Lazy-loading strategy#
Renderers are not statically imported for the most part. app.js defines a lazy(path, exportName) helper (web/assets/js/core/app.js:207):
const lazy = (p, name) => (...args) => import(p).then((m) => m[name](...args));
Every entry in ROUTES wraps its renderer's exported function in lazy(...), so the renderer module (and everything it imports - WASM loaders, vendored libraries) is only fetched the first time a file of that kind is analysed. The three heaviest domains - photo, audio, video - additionally have their dropzone initialisation code (initPhoto/initAudio/initVideo) pulled in via import() inside boot() (web/assets/js/core/app.js:1060-1076) rather than imported at module load, keeping them out of the page's critical module graph entirely until first use. Once fetched, a module is served from the browser cache (or the service worker's precache) on subsequent uses, including offline.
PWA / service worker#
web/sw.js implements a cache-first service worker. SHELL is a large, hand-maintained array of every JS module, CSS file and top-level page that makes up the "app shell" - on install it is precached into a version-epoched cache (analyser-v<COMMIT_COUNT>). Requests are served from that cache first; only a miss touches the network. activate deletes any cache whose name isn't in KEEP_CACHES (the current VERSION, plus the persistent analyser-offline and analyser-mdx caches used by the offline-tiers and vocal-separation features), so old versioned shells are cleaned up on each deploy without disturbing user-downloaded offline content. Localhost/LAN hosts (server.bat) are detected via DEV and skip caching entirely so edits show up on a single refresh. Full detail in pwa-offline.md.
SPA navigation#
web/assets/js/core/navigate.js intercepts same-origin link clicks and popstate and swaps the page using the View Transitions API (document.startViewTransition) instead of a full reload: it fetches the target page's HTML, swaps the .site-mark, .site-nav, .site-main and .site-footer nodes, updates history, and fires an anr:navigate event that app.js listens for to re-run boot().
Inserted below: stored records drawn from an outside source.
import type { Command } from "commander";
import {
  type Injection,
  InputError,
  planSimulationSites,
  simulateSiteStrain,
  simulationRunId,
  type SimulationSettings,
  writeFileSet,
  chirpMass,
  checkTimeBaseParameters,
  siteByName,
  siteCatalogue,
  type Detector,
  drawInjections,
  injectionManifest,
  optimalSnr,
  psdModelFromSpec,
  readInjectionFile,
  strainFormatOf,
  unsearchableEdges,
  writeInjectionManifest,
  writeStrain,
} from "@chirpsieve/core";
import { UsageError } from "../errors.js";
import { checkFilePlan, noiseCurveInput } from "../outputPath.js";
import { VERSION } from "../version.js";
import { parseNumberFlag, parseRateFlag, parseRangeFlag } from "../options.js";
import { DEFAULT_PSD_SEGMENT_SECONDS } from "../searchFlags.js";
import { SPIN_RANGE_HELP, parseSpinRangeFlag } from "../spinRange.js";

interface SimulateFlags {
  noiseCurve: string;
  duration?: string;
  rate: string;
  seed: string;
  out?: string;
  start: string;
  fmin: string;
  inject?: string;
  injectRandom?: string;
  massRange?: string;
  spinRange?: string;
  snrRange?: string;
  distanceRange?: string;
  edgeMargin?: string;
  detector: string;
  noise: boolean;
  label?: string;
  manifest?: string;
  sites?: string;
}

/** Registers `chirpsieve simulate`: seeded coloured noise plus TaylorT4 inspiral injections. */
export function registerSimulate(program: Command): void {
  program
    .command("simulate")
    .description(
      "Write synthetic strain: seeded Gaussian noise coloured by an analytic noise curve plus time-domain " +
        "(TaylorT4) inspiral injections projected onto an invented detector, with a JSON manifest of what was injected.",
    )
    .option("--noise-curve <name|file>", "noise curve: dis2001, ajith2011, flat, flat:LEVEL or a two-column table file", "ajith2011")
    .option("--duration <s>", "length of the series in seconds (required)")
    .option("--rate <Hz>", "sample rate", "4096")
    .option("--seed <text>", "seed of the noise and of random injections (same seed, same bytes)", "0")
    .option("--out <file>", "output strain file (.f32/.f64 with a .json sidecar, .txt/.csv, .h5) (required)")
    .option("--start <s>", "time of the first sample, seconds", "0")
    .option("--fmin <Hz>", "GW frequency where injected chirps start (and of the SNR integral)", "20")
    .option("--inject <file>", "injections to add: a JSON array, or an object with an \"injections\" array")
    .option(
      "--inject-random <N>",
      "add N random injections (masses, sky, orientation and times drawn from the seed); their coalescence times " +
        "keep clear of the start and end that a scan with the same --fmin and --mass-range cannot search (see --edge-margin)",
    )
    .option("--mass-range <min:max>", "component masses of random injections, M_sun", "1:3")
    .option("--spin-range <min:max>", SPIN_RANGE_HELP)
    .option(
      "--snr-range <min:max>",
      "optimal SNR range of random injections (distance scaled to hit it); with several --detector sites this is the " +
        "network SNR, the quadrature sum of the sites' optimal SNRs, each site at the same distance",
    )
    .option(
      "--edge-margin <s>",
      `seconds at each end kept clear of random coalescence times (default: the longest template of --mass-range from --fmin ` +
        `plus a scan's ${DEFAULT_PSD_SEGMENT_SECONDS} s inverse-PSD filter and 0.1 s at the start, the filter and 0.1 s at the end)`,
    )
    .option("--distance-range <min:max>", "distance range of random injections, Mpc (uniform in volume)")
    .option("--detector <names>", "site(s) the signals are projected onto: one name, or a comma-separated list for one file per site (built-in invented sites, or from --sites)", "site-a")
    .option("--sites <file>", "JSON file of extra site definitions (see `chirpsieve sites`)")
    .option("--no-noise", "write the injected signals alone, without noise")
    .option("--label <text>", "label stored with the strain")
    .option("--manifest <file>", "where to write the injection manifest (default <out>.injections.json)")
    .action(async (flags: SimulateFlags, cmd: Command) => {
      await runSimulate(flags, cmd);
    });
}


/** True when the user typed this option (not just its default). */
function given(cmd: Command, name: string): boolean {
  return cmd.getOptionValueSource(name) === "cli";
}

async function runSimulate(flags: SimulateFlags, cmd: Command): Promise<void> {
  if (flags.duration === undefined) throw new UsageError("--duration: required (seconds of data to simulate)");
  if (flags.out === undefined) throw new UsageError("--out: required (the strain file to write)");
  const duration = parseNumberFlag("--duration", flags.duration, { min: 0, minExclusive: true });
  const rate = parseRateFlag("--rate", flags.rate);
  const start = parseNumberFlag("--start", flags.start);
  const fmin = parseNumberFlag("--fmin", flags.fmin, { min: 0, minExclusive: true });
  if (fmin >= rate / 2) throw new UsageError(`--fmin: must be below the Nyquist frequency ${rate / 2} Hz (got ${flags.fmin})`);
  const samples = Math.round(duration * rate);
  // One series is held in memory while it is written: keep it within what a typed array and this
  // machine can hold (2^30 samples is 72 h at 4096 Hz).
  if (samples > 2 ** 30) throw new UsageError(`--duration: ${flags.duration} s at ${flags.rate} Hz is ${samples.toExponential(2)} samples; at most 2^30 per file`);
  if (Math.abs(samples - duration * rate) > 1e-6 * Math.max(1, samples)) {
    throw new UsageError(`--duration: ${flags.duration} s at ${flags.rate} Hz is not a whole number of samples`);
  }
  // Times whose float64 spacing is coarser than a 16th of a sample step would collapse: refuse them now.
  checkTimeBaseParameters(rate, start, samples);
  if (flags.seed.trim() === "") throw new UsageError("--seed: must not be empty");
  const seed: string | number = /^-?\d+$/.test(flags.seed) && Number.isSafeInteger(Number(flags.seed)) ? Number(flags.seed) : flags.seed;
  if (flags.label !== undefined && /[\r\n]/.test(flags.label)) throw new UsageError("--label: must be one line");
  let psd;
  try {
    psd = psdModelFromSpec(flags.noiseCurve);
  } catch (err) {
    if (err instanceof InputError) throw new UsageError(`--noise-curve: ${err.message}`);
    throw err;
  }
  const names = flags.detector.split(",").map((n) => n.trim());
  if (names.some((n) => n === "") || new Set(names).size !== names.length) {
    throw new UsageError(`--detector: expected a name or a comma-separated list of distinct names (got "${flags.detector}")`);
  }
  let detectors: Detector[];
  try {
    const catalogue = siteCatalogue(flags.sites);
    detectors = names.map((n) => siteByName(n, catalogue).detector);
  } catch (err) {
    if (err instanceof InputError) throw new UsageError(`--detector: ${err.message}`);
    throw err;
  }
  // With several sites, each gets its own file: sim.f32 -> sim.site-a.f32 (and its own manifest).
  const multi = detectors.length > 1;
  if (multi && flags.manifest !== undefined) throw new UsageError("--manifest: with several sites each file gets <file>.injections.json");
  const detector = detectors[0];
  let format;
  try {
    format = strainFormatOf(flags.out);
  } catch (err) {
    if (err instanceof InputError) throw new UsageError(`--out: ${err.message}`);
    throw err;
  }
  const outputs = detectors.map((d) => {
    const out = multi ? siteFileName(flags.out!, d.name) : flags.out!;
    return { detector: d, out, manifest: multi ? `${out}.injections.json` : (flags.manifest ?? `${out}.injections.json`) };
  });
  const raw = format === "f32" || format === "f64";
  checkFilePlan({
    inputs: [
      ...(flags.inject ? [{ flag: "--inject", path: flags.inject }] : []),
      ...noiseCurveInput("--noise-curve", flags.noiseCurve),
      ...(flags.sites ? [{ flag: "--sites", path: flags.sites }] : []),
    ],
    outputs: outputs.flatMap((o) => [
      { flag: "--out", path: o.out },
      ...(raw ? [{ flag: "--out", path: `${o.out}.json` }] : []),
      { flag: "--manifest", path: o.manifest },
    ]),
  });

  const random = flags.injectRandom !== undefined;
  if (random && flags.inject !== undefined) throw new UsageError("--inject-random: cannot be combined with --inject");
  for (const name of ["massRange", "spinRange", "snrRange", "distanceRange", "edgeMargin"] as const) {
    if (!random && given(cmd, name)) {
      const flag = `--${name.replace(/[A-Z]/g, (c) => `-${c.toLowerCase()}`)}`;
      throw new UsageError(`${flag}: only applies with --inject-random`);
    }
  }

  let injections: Injection[] = [];
  let edgeNote: string | undefined;
  let spinRange: [number, number] | undefined;
  if (flags.inject !== undefined) {
    injections = readInjectionFile(flags.inject);
    // An injection that coalesces outside the data could never be recovered from it: refuse it.
    const outside = injections.findIndex((inj) => !(inj.coalescenceTime >= start && inj.coalescenceTime <= start + duration));
    if (outside >= 0) {
      throw new UsageError(
        `--inject: ${flags.inject}: injection ${outside} coalesces at ${injections[outside].coalescenceTime}, outside the simulated data ` +
          `(${start} to ${start + duration}; set --start and --duration to cover it)`,
      );
    }
    injections.forEach((inj, i) => {
      try {
        inj.optimalSnr = optimalSnr(inj, psd, rate, fmin, detector);
      } catch (err) {
        if (err instanceof InputError) throw new InputError(`${flags.inject}: injection ${i}: ${err.message}`);
        throw err;
      }
    });
  } else if (random) {
    const count = parseNumberFlag("--inject-random", flags.injectRandom!, { min: 0, integer: true });
    const massRangeSolar = parseRangeFlag("--mass-range", flags.massRange ?? "1:3");
    spinRange = flags.spinRange === undefined ? undefined : parseSpinRangeFlag("--spin-range", flags.spinRange);
    if (flags.snrRange !== undefined && flags.distanceRange !== undefined) {
      throw new UsageError("--snr-range: give either --snr-range or --distance-range, not both");
    }
    if (flags.snrRange === undefined && flags.distanceRange === undefined) {
      throw new UsageError("--inject-random: needs --snr-range MIN:MAX or --distance-range MIN:MAX");
    }
    const snrRange = flags.snrRange === undefined ? undefined : parseRangeFlag("--snr-range", flags.snrRange);
    const distanceMpc = flags.distanceRange === undefined ? undefined : parseRangeFlag("--distance-range", flags.distanceRange);
    // Keep coalescences where a scan of this file can find them (or where --edge-margin says).
    const edges = flags.edgeMargin !== undefined
      ? (() => {
          const m = parseNumberFlag("--edge-margin", flags.edgeMargin, { min: 0 });
          return { leadInSeconds: m, tailSeconds: m };
        })()
      : unsearchableEdges(massRangeSolar, fmin, DEFAULT_PSD_SEGMENT_SECONDS);
    edgeNote =
      `random coalescence times kept clear of the first ${edges.leadInSeconds.toFixed(1)} s and the last ${edges.tailSeconds.toFixed(1)} s` +
      (flags.edgeMargin !== undefined
        ? " (--edge-margin)"
        : ` (what a scan from ${fmin} Hz over ${massRangeSolar.join(":")} M_sun with a ${DEFAULT_PSD_SEGMENT_SECONDS} s PSD filter cannot search; --edge-margin sets it)`);
    try {
      injections = drawInjections({
        ...edges,
        ...(multi ? { detectors } : {}),
        count,
        massRangeSolar,
        ...(spinRange ? { spinRange } : {}),
        snrRange,
        distanceMpc,
        seed: `${seed}:injections`,
        startTime: start,
        duration,
        fMinHz: fmin,
        psd,
        sampleRate: rate,
        detector,
      });
    } catch (err) {
      // An error on one parameter names its own flag (parameterFlags.ts); others concern the draw.
      if (err instanceof InputError && err.parameter === undefined) {
        const hint = flags.edgeMargin === undefined && /kept clear/.test(err.message) ? " (or set --edge-margin)" : "";
        throw new UsageError(`--inject-random: ${err.message}${hint}`);
      }
      throw err;
    }
  }

  const settings: SimulationSettings = { psd, sampleRate: rate, startTime: start, duration, fMinHz: fmin, seed, noise: flags.noise };
  const sites = planSimulationSites(settings, detectors, injections, random);
  const run = {
    id: simulationRunId(settings, detectors.map((d) => d.name), injections, { version: VERSION, label: flags.label ?? null }),
    sites: detectors.map((d) => d.name),
  };
  const lines: string[] = [];
  if (edgeNote) lines.push(edgeNote);
  // Every file of every site is staged first and renamed into place together (writeFileSet): a kill
  // leaves the whole old set or the whole new one.
  await writeFileSet(flags.out, async (staged) => {
    for (const [oi, o] of outputs.entries()) {
      const siteInjections = sites[oi].injections;
      // Held once, as float32 when the file is float32, to keep memory down.
      const data = simulateSiteStrain(settings, sites[oi], format === "f32");
      await writeStrain(
        staged(o.out),
        { data, sampleRate: rate, startTime: start, label: flags.label ?? `synthetic ${o.detector.name}`, units: "strain", run },
        { format, sidecarPath: raw ? staged(`${o.out}.json`) : undefined },
      );
      writeInjectionManifest(
        staged(o.manifest),
        injectionManifest(
          {
            noiseCurve: psd.name,
            noise: flags.noise,
            sampleRate: rate,
            startTime: start,
            duration,
            fMinHz: fmin,
            seed,
            detector: o.detector.name,
            ...(spinRange ? { spinRange } : {}),
          },
          siteInjections,
        ),
      );
      lines.push(
        `wrote ${o.out}: ${duration} s at ${rate} Hz, ${flags.noise ? `${psd.name} noise` : "no noise"}, ` +
          `${siteInjections.length} injection${siteInjections.length === 1 ? "" : "s"} on ${o.detector.name} (synthetic data)`,
        `manifest ${o.manifest}`,
      );
      for (const inj of siteInjections) {
        lines.push(
          `  t_c ${inj.coalescenceTime.toFixed(4)} s  ${inj.primaryMassSolar.toFixed(3)}+${inj.secondaryMassSolar.toFixed(3)} M_sun ` +
            `(chirp mass ${chirpMass(inj.primaryMassSolar, inj.secondaryMassSolar).toFixed(4)})  ${inj.distanceMpc.toPrecision(4)} Mpc  ` +
            `optimal SNR ${(inj.optimalSnr ?? Number.NaN).toFixed(2)}${inj.networkOptimalSnr !== undefined ? ` (network ${inj.networkOptimalSnr.toFixed(2)})` : ""}` +
            (inj.primarySpin !== undefined || inj.secondarySpin !== undefined
              ? `  spins ${(inj.primarySpin ?? 0).toFixed(3)}, ${(inj.secondarySpin ?? 0).toFixed(3)}`
              : ""),
        );
      }
    }
  });
  process.stdout.write(`${lines.join("\n")}\n`);
}

/** `sim.f32` + `site-a` → `sim.site-a.f32` (the site name goes before the extension). */
function siteFileName(path: string, site: string): string {
  const m = path.match(/^(.*?)(\.[^./\\]+)$/);
  return m ? `${m[1]}.${site}${m[2]}` : `${path}.${site}`;
}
If the browser has no View Transitions API, the whole module is a no-op and links fall back to normal browser navigation. A live in-progress analysis on the home page is preserved across a "leave and come back" navigation: swap() stashes the current .site-main on window._anrHomeMain when leaving / with an anr-has-file body class, and reinserts it verbatim (DOM, listeners, media position) if the user navigates back home, rather than re-parsing an empty one. Media elements and Web Audio players are explicitly stopped before a page swap so audio doesn't keep playing on a detached node.
Cloudflare deploy#
wrangler.jsonc configures a static-asset deploy: assets.directory is web, not_found_handling is single-page-application (any unmatched path falls back to serving index.html), and html_handling defaults to auto-trailing-slash (clean URLs are canonical - /about serves about.html, and /about.html 308-redirects to /about). The config also declares the Worker (worker/index.js) as main, plus a D1 database binding (DB) and a rate-limit binding (ANALYSED_LIMIT, 15 requests/60s per hashed IP) that back the visitor/analysed-file counters - the only non-static part of the deploy. Every push to main ships (see tooling.md for the commit/deploy flow via save.bat).